Note also that this method doesn't currently accept strings, so I have to convert the 'type' attribute to coded ints.

In [None]:
class TopNPeaks(hax.minitrees.TreeMaker):

    __version__ = '0.0.1'
    uses_arrays = True # this tells hax to allow array fields

    def extract_data(self, event):
        peak_field_namelist = ['area', 'area_fraction_top', 'width']
        peaks = event.peaks
        peaks = [peak for peak in peaks if ((peak.type != 'lone_hit') and (peak.detector=='tpc'))]
        nb_peaks = len(peaks)
        result = {}

        # save data in single-valued fields as usual
        result['nb_peaks'] = nb_peaks
        result['time'] = event.start_time

        # get indices of peaks with up to nb_top_peaks largest areas
        areas = np.array([peak.area for peak in peaks])
        if len(areas)>=nb_top_peaks:
            top_indices = np.sort(np.argpartition(areas, -1*nb_top_peaks)[-1*nb_top_peaks:])
        else:
            top_indices = range(len(areas))

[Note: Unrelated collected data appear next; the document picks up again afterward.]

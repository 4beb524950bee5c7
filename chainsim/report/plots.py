"""Every plot of a run: one table of name, title and drawing, for the page and for files."""

from __future__ import annotations

from collections.abc import Callable
from pathlib import Path
from typing import Any, NamedTuple

from matplotlib.figure import Figure

from chainsim.errors import RecordingError
from chainsim.report import series
from chainsim.report.drawing import lift_figure
from chainsim.report.figures import (
    balls_figure,
    harmonics_figure,
    height_figure,
    resonance_figure,
    work_figure,
)
from chainsim.report.images import PNG_DOTS, clean_metadata
from chainsim.report.style import plot_style
from chainsim.report.timeplots import panels_figure


class Plot(NamedTuple):
    """One plot.

    Attributes
    ----------
    name : str
        Stem of its file.
    section : str
        Part of the page that it stands in.
    title : str
        Heading.
    text : str
        What a reader should look for.
    draw : callable
        Takes a recording; returns a figure, or None where the run has nothing to show.
    """

    name: str
    section: str
    title: str
    text: str
    draw: Callable[[Any], Figure | None]


def over_time(panels: Callable[[Any], list[series.Panel]]) -> Callable[[Any], Figure | None]:
    """Return a drawing function for panels over time."""

    def draw(rec: Any) -> Figure | None:
        found = panels(rec)
        return panels_figure(rec, found) if found else None

    return draw


PLOTS: tuple[Plot, ...] = (
    Plot(
        "lift",
        "tensions",
        "The lift at its highest tension",
        "Darker and wider links pull harder; a dashed link pushes.",
        lift_figure,
    ),
    Plot(
        "strand-tension",
        "tensions",
        "Tension at the ends of each strand",
        "Where the carrying strand comes near the slack line, its carriers can tip.",
        over_time(series.tension_panels),
    ),
    Plot(
        "tension-along",
        "tensions",
        "Tension along the carrying strand",
        "A strand slackens first where this band comes nearest to the slack line.",
        height_figure,
    ),
    Plot(
        "axle-load",
        "tensions",
        "Axle loads",
        "What the axles, their bearings and the frame have to carry.",
        over_time(series.axle_panels),
    ),
    Plot(
        "excursion",
        "sag",
        "Sideways excursion of the strands",
        "How far each strand leaves the straight line between its sprockets.",
        over_time(series.excursion_panels),
    ),
    Plot(
        "sag",
        "sag",
        "Sag of leaning strands",
        "How far a strand that leans hangs below the straight line between its ends.",
        over_time(series.sag_panels),
    ),
    Plot(
        "takeup-travel",
        "sag",
        "Take-up travel",
        "Movement of each take-up along its axis, from its place on the drawing.",
        over_time(series.takeup_panels),
    ),
    Plot(
        "seating",
        "sag",
        "Seating on the sprockets",
        "Pins that ride up lose their tooth first; a whole seat of difference is a skip.",
        over_time(series.seating_panels),
    ),
    Plot(
        "seat-reserve",
        "ride",
        "Seat reserve",
        "How much more sideways acceleration the worst seat would still have held.",
        over_time(series.seat_panels),
    ),
    Plot(
        "ride",
        "ride",
        "Speed and accelerations",
        "Few teeth shake the chain at the tooth rate; the balls feel it.",
        over_time(series.ride_panels),
    ),
    Plot(
        "harmonics",
        "ride",
        "Ripple of the chain speed by harmonic",
        "What the polygon of the driven sprocket explains, and what comes on top.",
        harmonics_figure,
    ),
    Plot(
        "balls",
        "ride",
        "What became of each ball",
        "From feed to the end of its ride; losses are crossed and named.",
        balls_figure,
    ),
    Plot(
        "drive",
        "drive",
        "The drive",
        "Torque on the driven sprocket and power there; current where a motor is described.",
        over_time(series.drive_panels),
    ),
    Plot(
        "work",
        "drive",
        "Where the work went",
        "The energy audit of the run; the residual is what the simulation cannot account for.",
        work_figure,
    ),
    Plot(
        "resonance",
        "resonance",
        "Natural frequencies and the tooth rate",
        "A frequency inside a shaded band is fed by every passing tooth. "
        "Diamonds are the take-up bouncing on the chain, which matters most; a strand also minds "
        "half the tooth rate.",
        resonance_figure,
    ),
)


def drawn(plot: Plot, rec: Any) -> Figure | None:
    """Return a plot of a run, None where the run did not record what it shows."""
    try:
        with plot_style():
            return plot.draw(rec)
    except RecordingError:
        return None


def write_plots(rec: Any, directory: str | Path) -> list[Path]:
    """Write every plot of a run as SVG and PNG.

    Parameters
    ----------
    rec : Recording
        The run.
    directory : str or Path
        Where to; made if missing.

    Returns
    -------
    list of Path
        The files written.
    """
    directory = Path(directory)
    directory.mkdir(parents=True, exist_ok=True)
    written = []
    for plot in PLOTS:
        figure = drawn(plot, rec)
        if figure is None:
            continue
        with plot_style():
            for suffix in ("svg", "png"):
                path = directory / f"{plot.name}.{suffix}"
                figure.savefig(path, dpi=PNG_DOTS, metadata=clean_metadata(suffix))
                written.append(path)
    return written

        # fill array fields with e.g. peak-level info
        for peak_field in peak_field_namelist:
            # allow for the case of zero peaks
            if nb_peaks == 0:
                result[peak_field] = []
            elif hasattr(peaks[0], peak_field):
                result[peak_field] = np.array([getattr(peaks[peak_index], peak_field) for peak_index in top_indices])
            elif peak_field=='width':
                result[peak_field] = np.array([list(peaks[peak_index].range_area_decile)[5] for peak_index in top_indices])
            else:
                raise ValueError("Field %s doesn't exist" % peak_field)
        
        # convert type to coded ints
        type_ints = {'s1': 1, 's2': 2, 'unknown': 3}
        result['typecode'] = [type_ints[peaks[peak_index].type] for peak_index in top_indices]
        result['peak_index'] = top_indices
        return result

hax.init(experiment='XENON1T', minitree_paths = [minitree_header])
data = hax.minitrees.load(dataset, treemakers=[TopNPeaks])
data.head(2)

New fields have been created by hax containing the lengths of all of the arrays - this is so that the array-type branches can be built and filled in root.

The saved root file can be reloaded as usual through hax.